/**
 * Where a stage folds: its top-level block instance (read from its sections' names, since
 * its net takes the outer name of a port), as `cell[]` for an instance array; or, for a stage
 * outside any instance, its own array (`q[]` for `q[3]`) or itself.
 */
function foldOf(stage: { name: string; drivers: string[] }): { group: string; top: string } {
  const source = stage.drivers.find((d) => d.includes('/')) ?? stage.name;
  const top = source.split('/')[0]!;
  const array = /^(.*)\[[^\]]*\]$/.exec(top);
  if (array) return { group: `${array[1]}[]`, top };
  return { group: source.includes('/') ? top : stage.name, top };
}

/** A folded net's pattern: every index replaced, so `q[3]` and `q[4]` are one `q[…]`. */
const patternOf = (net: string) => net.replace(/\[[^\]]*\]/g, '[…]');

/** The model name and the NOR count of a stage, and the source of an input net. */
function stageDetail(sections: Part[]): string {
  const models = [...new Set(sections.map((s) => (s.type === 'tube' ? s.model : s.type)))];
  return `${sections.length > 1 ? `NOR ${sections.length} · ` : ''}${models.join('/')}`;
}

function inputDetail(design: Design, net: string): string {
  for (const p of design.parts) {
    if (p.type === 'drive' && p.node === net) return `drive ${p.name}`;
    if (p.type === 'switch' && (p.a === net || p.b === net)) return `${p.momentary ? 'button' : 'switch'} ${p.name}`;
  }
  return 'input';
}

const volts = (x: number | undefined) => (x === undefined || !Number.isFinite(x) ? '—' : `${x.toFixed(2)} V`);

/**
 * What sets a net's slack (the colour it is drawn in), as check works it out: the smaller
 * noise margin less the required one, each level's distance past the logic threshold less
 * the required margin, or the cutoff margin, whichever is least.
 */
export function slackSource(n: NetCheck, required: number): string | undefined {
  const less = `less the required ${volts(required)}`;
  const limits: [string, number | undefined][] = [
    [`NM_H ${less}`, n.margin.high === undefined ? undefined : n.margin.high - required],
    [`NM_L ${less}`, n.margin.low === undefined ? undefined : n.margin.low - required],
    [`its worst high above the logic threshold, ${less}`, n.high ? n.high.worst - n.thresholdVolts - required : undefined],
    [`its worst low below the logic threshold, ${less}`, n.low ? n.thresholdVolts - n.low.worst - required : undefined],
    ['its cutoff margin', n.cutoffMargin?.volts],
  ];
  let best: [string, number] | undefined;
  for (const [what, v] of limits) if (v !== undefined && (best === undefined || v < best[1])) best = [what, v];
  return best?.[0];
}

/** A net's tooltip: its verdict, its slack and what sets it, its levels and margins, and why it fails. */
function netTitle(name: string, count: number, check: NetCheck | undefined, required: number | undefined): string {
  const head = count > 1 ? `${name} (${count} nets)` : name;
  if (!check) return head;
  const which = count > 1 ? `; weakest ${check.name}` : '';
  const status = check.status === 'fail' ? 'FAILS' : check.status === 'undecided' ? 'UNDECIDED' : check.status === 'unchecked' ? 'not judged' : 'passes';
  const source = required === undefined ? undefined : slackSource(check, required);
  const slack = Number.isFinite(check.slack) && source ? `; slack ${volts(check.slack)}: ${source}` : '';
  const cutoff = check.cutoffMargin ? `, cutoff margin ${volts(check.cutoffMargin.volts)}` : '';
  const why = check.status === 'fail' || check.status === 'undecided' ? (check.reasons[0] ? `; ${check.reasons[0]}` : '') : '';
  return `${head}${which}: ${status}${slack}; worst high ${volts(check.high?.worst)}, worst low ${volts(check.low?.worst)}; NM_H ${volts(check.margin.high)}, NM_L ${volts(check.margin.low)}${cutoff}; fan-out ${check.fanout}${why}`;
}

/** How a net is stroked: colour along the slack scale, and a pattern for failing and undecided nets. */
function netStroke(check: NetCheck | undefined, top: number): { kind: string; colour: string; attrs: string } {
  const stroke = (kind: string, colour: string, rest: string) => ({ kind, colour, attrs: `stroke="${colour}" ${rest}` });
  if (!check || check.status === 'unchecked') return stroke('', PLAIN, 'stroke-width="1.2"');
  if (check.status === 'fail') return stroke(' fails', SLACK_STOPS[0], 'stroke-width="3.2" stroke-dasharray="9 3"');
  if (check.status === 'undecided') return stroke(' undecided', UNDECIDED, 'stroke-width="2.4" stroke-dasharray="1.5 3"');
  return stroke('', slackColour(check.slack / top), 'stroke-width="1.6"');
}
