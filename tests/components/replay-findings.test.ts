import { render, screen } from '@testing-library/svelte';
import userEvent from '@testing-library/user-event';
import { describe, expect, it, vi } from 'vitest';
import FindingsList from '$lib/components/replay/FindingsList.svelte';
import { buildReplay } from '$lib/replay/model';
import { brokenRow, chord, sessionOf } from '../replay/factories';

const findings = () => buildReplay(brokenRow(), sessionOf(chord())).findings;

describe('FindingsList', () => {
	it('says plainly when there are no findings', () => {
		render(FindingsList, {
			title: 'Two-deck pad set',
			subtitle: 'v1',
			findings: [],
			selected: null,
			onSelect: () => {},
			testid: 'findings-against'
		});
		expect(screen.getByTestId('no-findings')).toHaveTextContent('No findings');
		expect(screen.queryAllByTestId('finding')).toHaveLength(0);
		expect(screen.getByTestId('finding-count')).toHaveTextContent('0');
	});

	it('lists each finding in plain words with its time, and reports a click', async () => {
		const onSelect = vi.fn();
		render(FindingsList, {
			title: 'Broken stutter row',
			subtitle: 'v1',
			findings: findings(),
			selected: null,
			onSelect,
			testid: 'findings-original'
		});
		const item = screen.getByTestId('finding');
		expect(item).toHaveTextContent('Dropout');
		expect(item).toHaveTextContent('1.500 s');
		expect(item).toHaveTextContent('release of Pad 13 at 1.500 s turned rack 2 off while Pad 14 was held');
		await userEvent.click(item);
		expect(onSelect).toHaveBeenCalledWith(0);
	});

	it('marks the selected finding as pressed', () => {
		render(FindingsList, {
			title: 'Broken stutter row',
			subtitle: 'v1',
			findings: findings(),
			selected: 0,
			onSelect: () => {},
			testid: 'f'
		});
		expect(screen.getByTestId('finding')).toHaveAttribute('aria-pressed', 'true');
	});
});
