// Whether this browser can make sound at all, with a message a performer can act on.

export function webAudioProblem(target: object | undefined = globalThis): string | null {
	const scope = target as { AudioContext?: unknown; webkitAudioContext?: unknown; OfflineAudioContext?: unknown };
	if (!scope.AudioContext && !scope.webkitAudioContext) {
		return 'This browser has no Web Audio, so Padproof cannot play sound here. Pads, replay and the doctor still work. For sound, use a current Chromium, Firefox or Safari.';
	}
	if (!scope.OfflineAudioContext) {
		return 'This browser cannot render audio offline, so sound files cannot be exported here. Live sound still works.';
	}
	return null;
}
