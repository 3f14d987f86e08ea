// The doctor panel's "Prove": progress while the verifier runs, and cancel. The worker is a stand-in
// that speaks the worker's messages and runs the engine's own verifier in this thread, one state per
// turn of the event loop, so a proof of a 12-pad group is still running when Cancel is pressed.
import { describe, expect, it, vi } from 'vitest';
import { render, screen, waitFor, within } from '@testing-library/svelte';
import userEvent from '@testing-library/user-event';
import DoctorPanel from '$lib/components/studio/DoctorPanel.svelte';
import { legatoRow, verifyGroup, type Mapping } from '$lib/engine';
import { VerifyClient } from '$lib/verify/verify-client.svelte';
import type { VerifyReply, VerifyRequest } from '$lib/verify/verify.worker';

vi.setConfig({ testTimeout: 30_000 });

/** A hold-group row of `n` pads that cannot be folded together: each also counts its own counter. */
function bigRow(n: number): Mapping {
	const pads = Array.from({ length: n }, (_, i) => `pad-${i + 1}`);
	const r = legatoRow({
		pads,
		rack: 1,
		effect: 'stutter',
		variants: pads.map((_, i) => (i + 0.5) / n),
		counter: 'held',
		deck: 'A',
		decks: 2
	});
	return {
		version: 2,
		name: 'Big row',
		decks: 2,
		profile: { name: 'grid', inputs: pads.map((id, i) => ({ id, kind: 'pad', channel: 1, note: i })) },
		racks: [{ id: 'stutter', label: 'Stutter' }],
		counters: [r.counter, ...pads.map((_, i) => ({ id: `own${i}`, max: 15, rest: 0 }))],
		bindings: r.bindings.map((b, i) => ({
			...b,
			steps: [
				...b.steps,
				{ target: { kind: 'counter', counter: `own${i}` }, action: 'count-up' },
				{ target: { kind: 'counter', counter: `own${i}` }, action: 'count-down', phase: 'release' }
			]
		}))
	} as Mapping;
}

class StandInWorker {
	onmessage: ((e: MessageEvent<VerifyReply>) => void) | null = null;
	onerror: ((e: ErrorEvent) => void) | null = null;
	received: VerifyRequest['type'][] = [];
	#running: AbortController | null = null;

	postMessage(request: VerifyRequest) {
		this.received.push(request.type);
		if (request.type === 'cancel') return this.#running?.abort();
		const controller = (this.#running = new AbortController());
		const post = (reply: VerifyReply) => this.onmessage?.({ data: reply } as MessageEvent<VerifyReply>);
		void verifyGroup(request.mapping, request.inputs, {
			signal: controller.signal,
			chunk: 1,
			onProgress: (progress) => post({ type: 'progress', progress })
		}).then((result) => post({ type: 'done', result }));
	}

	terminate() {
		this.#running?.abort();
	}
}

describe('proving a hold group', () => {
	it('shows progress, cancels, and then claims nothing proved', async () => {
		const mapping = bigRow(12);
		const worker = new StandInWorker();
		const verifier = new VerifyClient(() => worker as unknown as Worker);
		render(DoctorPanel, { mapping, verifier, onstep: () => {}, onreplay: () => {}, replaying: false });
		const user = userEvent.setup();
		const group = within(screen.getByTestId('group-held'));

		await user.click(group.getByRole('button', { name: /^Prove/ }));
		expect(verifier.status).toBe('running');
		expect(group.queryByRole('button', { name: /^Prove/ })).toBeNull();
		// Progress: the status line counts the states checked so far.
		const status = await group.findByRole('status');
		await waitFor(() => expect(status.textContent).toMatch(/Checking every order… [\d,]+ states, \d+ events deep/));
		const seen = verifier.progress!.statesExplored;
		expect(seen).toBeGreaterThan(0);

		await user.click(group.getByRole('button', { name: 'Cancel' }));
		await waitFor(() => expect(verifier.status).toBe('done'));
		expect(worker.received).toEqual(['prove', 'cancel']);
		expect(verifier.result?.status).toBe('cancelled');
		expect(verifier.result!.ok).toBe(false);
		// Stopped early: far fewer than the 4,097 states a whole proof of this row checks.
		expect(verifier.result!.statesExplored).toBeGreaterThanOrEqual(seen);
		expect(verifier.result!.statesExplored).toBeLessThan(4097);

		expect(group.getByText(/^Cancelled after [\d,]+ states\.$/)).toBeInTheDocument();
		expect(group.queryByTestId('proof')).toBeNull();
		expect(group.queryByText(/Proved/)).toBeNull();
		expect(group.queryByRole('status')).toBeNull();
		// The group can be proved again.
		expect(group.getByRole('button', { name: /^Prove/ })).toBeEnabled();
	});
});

= = = = = = =

● How to complete this task
Looking at the material above, please copy exactly every line from its first line through the line containing "string; drivers: string[]", with both ends included and nothing else.

● Result
/**
 * Where a stage folds: its top-level block instance (read from its sections' names, since
 * its net takes the outer name of a port), as `cell[]` for an instance array; or, for a stage
 * outside any instance, its own array (`q[]` for `q[3]`) or itself.
 */
function foldOf(stage: { name: string; drivers: string[] }): { group: string; top: string } {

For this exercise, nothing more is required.